Your objective:
Your answer should be an exact copy of the lines from the start of the entries to the line containing "const t = zeros(d);", both included.

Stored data
==*==
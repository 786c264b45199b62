/**
 * σ = T T† with T lower triangular and real, non-negative diagonal: every positive
 * semidefinite σ has this form (James, Kwiat, Munro, White, Phys. Rev. A 64, 052312 (2001),
 * Eq. (4.4)). The d² real parameters are, for each row i of T, the complex entries
 * T_i0 … T_i,i−1 (real part, imaginary part) followed by the real T_ii.
 */
import { type CMatrix, zeros } from "./linalg/complexMatrix";

export function unpackParameters(x: Float64Array, d: number, tRe: Float64Array, tIm: Float64Array): void {
  let p = 0;
  for (let i = 0; i < d; i++) {
    for (let j = 0; j < i; j++) {
      tRe[i * d + j] = x[p++];
      tIm[i * d + j] = x[p++];
    }
    tRe[i * d + i] = x[p++];
    tIm[i * d + i] = 0;
  }
}

export function sigmaFromParameters(x: Float64Array, d: number): CMatrix {
  const t = zeros(d);
  unpackParameters(x, d, t.re as Float64Array, t.im as Float64Array);
  const s = zeros(d);
  for (let i = 0; i < d; i++) {
    for (let j = 0; j < d; j++) {
      let re = 0;
      let im = 0;
      for (let k = 0; k <= Math.min(i, j); k++) {
        // T_ik · conj(T_jk)
        re += t.re[i * d + k] * t.re[j * d + k] + t.im[i * d + k] * t.im[j * d + k];
        im += t.im[i * d + k] * t.re[j * d + k] - t.re[i * d + k] * t.im[j * d + k];
      }
      s.re[i * d + j] = re;
      s.im[i * d + j] = im;
    }
  }
  return s;
}

/** Parameters of the Cholesky factor of a positive definite σ. */
export function choleskyParameters(sigma: CMatrix): Float64Array {
  const d = sigma.n;
  const tr = new Float64Array(d * d);
  const ti = new Float64Array(d * d);
  for (let j = 0; j < d; j++) {
    let diag = sigma.re[j * d + j];
    for (let k = 0; k < j; k++) diag -= tr[j * d + k] ** 2 + ti[j * d + k] ** 2;
    if (!(diag > 0)) throw new Error("internal: the start matrix is not positive definite");
    const tjj = Math.sqrt(diag);
    tr[j * d + j] = tjj;
    for (let i = j + 1; i < d; i++) {
      // T_ij = (σ_ij − Σ_k T_ik conj(T_jk)) / T_jj
      let re = sigma.re[i * d + j];
      let im = sigma.im[i * d + j];
      for (let k = 0; k < j; k++) {
        re -= tr[i * d + k] * tr[j * d + k] + ti[i * d + k] * ti[j * d + k];
        im -= ti[i * d + k] * tr[j * d + k] - tr[i * d + k] * ti[j * d + k];
      }
      tr[i * d + j] = re / tjj;
      ti[i * d + j] = im / tjj;
    }
  }
  const x = new Float64Array(d * d);
  let p = 0;
  for (let i = 0; i < d; i++) {
    for (let j = 0; j < i; j++) {
      x[p++] = tr[i * d + j];
      x[p++] = ti[i * d + j];
    }
    x[p++] = tr[i * d + i];
  }
  return x;
}
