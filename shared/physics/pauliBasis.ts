/**
 * The Pauli-product basis of Hermitian d×d matrices, d = 2ⁿ: Γ_j = σ_{j1} ⊗ … ⊗ σ_{jn} with
 * σ_0 = I, σ_1 = X, σ_2 = Y, σ_3 = Z, Tr(Γ_i Γ_j) = d δ_ij, so σ = (1/d) Σ_j Tr(σ Γ_j) Γ_j
 * (e.g. James et al., Phys. Rev. A 64, 052312 (2001), Eq. (3.9) for two qubits).
 * Index j has base-4 digits j1 … jn, photon A most significant.
 */
import { type CMatrix, zeros } from "./linalg/complexMatrix";
import { memoByKey } from "./memo";

export const PAULI_LETTERS = ["I", "X", "Y", "Z"] as const;

export function pauliName(j: number, photons: number): string {
  let s = "";
  for (let i = photons - 1; i >= 0; i--) s += PAULI_LETTERS[(j >> (2 * i)) & 3];
  return s;
}

/**
 * Visits the non-zero entries of Γ_j: one per row r, at column r XOR mask, value i^power.
 */
function forEachEntry(j: number, photons: number, visit: (r: number, c: number, re: number, im: number) => void): void {
  const d = 1 << photons;
  let mask = 0;
  for (let q = 0; q < photons; q++) {
    const p = (j >> (2 * (photons - 1 - q))) & 3;
    if (p === 1 || p === 2) mask |= 1 << (photons - 1 - q);
  }
  for (let r = 0; r < d; r++) {
    let power = 0;
    for (let q = 0; q < photons; q++) {
      const p = (j >> (2 * (photons - 1 - q))) & 3;
      const bit = (r >> (photons - 1 - q)) & 1;
      if (p === 2) power += bit ? 1 : 3;
      else if (p === 3 && bit) power += 2;
    }
    power &= 3;
    visit(r, r ^ mask, power === 0 ? 1 : power === 2 ? -1 : 0, power === 1 ? 1 : power === 3 ? -1 : 0);
  }
}

/** Every Γ_j as tables: the entry of row r is re/im[j·d + r] at column[j·d + r]. */
interface PauliEntries {
  column: Int32Array;
  re: Float64Array;
  im: Float64Array;
}

/** The tables, computed once per photon number (they are only read). */
const entriesOf = memoByKey(pauliEntries);

function pauliEntries(photons: number): PauliEntries {
  const d = 1 << photons;
  const column = new Int32Array(d * d * d);
  const re = new Float64Array(d * d * d);
  const im = new Float64Array(d * d * d);
  for (let j = 0; j < d * d; j++) {
    forEachEntry(j, photons, (r, c, vr, vi) => {
      column[j * d + r] = c;
      re[j * d + r] = vr;
      im[j * d + r] = vi;
    });
  }
  return { column, re, im };
}

/** σ = (1/d) Σ_j x_j Γ_j */
export function fromPauliCoefficients(x: ArrayLike<number>, photons: number): CMatrix {
  const d = 1 << photons;
  const out = zeros(d);
  const { column, re, im } = entriesOf(photons);
  for (let j = 0; j < d * d; j++) {
    const xj = x[j] / d;
    if (xj === 0) continue;
    for (let r = 0; r < d; r++) {
      const e = j * d + r;
      out.re[r * d + column[e]] += xj * re[e];
      out.im[r * d + column[e]] += xj * im[e];
    }
  }
  return out;
}

/** x_j = Tr(ρ Γ_j) (real for Hermitian ρ). */
export function pauliCoefficients(rho: CMatrix, photons: number): Float64Array {
  const d = 1 << photons;
  const x = new Float64Array(d * d);
  const { column, re, im } = entriesOf(photons);
  for (let j = 0; j < d * d; j++) {
    // Tr(ρΓ) = Σ_r ρ_{c r} Γ_{r c}, c the column of row r
    let s = 0;
    for (let r = 0; r < d; r++) {
      const e = j * d + r;
      const c = column[e];
      s += rho.re[c * d + r] * re[e] - rho.im[c * d + r] * im[e];
    }
    x[j] = s;
  }
  return x;
}

/**
 * Row of the design matrix for a product projector: a_j = (1/d) Π_i b_i(j_i), where
 * b_i = (1, ⟨X⟩, ⟨Y⟩, ⟨Z⟩) of photon i's analysed state, so that Tr(σ P) = Σ_j a_j Tr(σ Γ_j).
 */
export function designRow(
  singleRe: Float64Array,
  singleIm: Float64Array,
  offset: number,
  photons: number,
  out: Float64Array,
  outOffset: number,
): void {
  const d = 1 << photons;
  // Build the product in place: after photon q the first 4^(q+1) entries hold the partial products.
  out[outOffset] = 1 / d;
  let length = 1;
  for (let q = 0; q < photons; q++) {
    const o = offset + q * 2;
    const ar = singleRe[o], ai = singleIm[o], br = singleRe[o + 1], bi = singleIm[o + 1];
    // Bloch components of (a, b): X = 2 Re(a* b), Y = 2 Im(a* b), Z = |a|² − |b|²
    const b0 = ar * ar + ai * ai + br * br + bi * bi;
    const b1 = 2 * (ar * br + ai * bi);
    const b2 = 2 * (ar * bi - ai * br);
    const b3 = ar * ar + ai * ai - br * br - bi * bi;
    // backwards, so that entry i is read before entries 4i … 4i + 3 overwrite it
    for (let i = length - 1; i >= 0; i--) {
      const v = out[outOffset + i];
      const t = outOffset + 4 * i;
      out[t] = v * b0;
      out[t + 1] = v * b1;
      out[t + 2] = v * b2;
      out[t + 3] = v * b3;
    }
    length *= 4;
  }
}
==*==
Answer box:
repository 786c264b45199b62
/**
 * σ = T T† with T lower triangular and real, non-negative diagonal: every positive
 * semidefinite σ has this form (James, Kwiat, Munro, White, Phys. Rev. A 64, 052312 (2001),
 * Eq. (4.4)). The d² real parameters are, for each row i of T, the complex entries
 * T_i0 … T_i,i−1 (real part, imaginary part) followed by the real T_ii.
 */
import { type CMatrix, zeros } from "./linalg/complexMatrix";

export function unpackParameters(x: Float64Array, d: number, tRe: Float64Array, tIm: Float64Array): void {
  let p = 0;
  for (let i = 0; i < d; i++) {
    for (let j = 0; j < i; j++) {
      tRe[i * d + j] = x[p++];
      tIm[i * d + j] = x[p++];
    }
    tRe[i * d + i] = x[p++];
    tIm[i * d + i] = 0;
  }
}

export function sigmaFromParameters(x: Float64Array, d: number): CMatrix {
  const t = zeros(d);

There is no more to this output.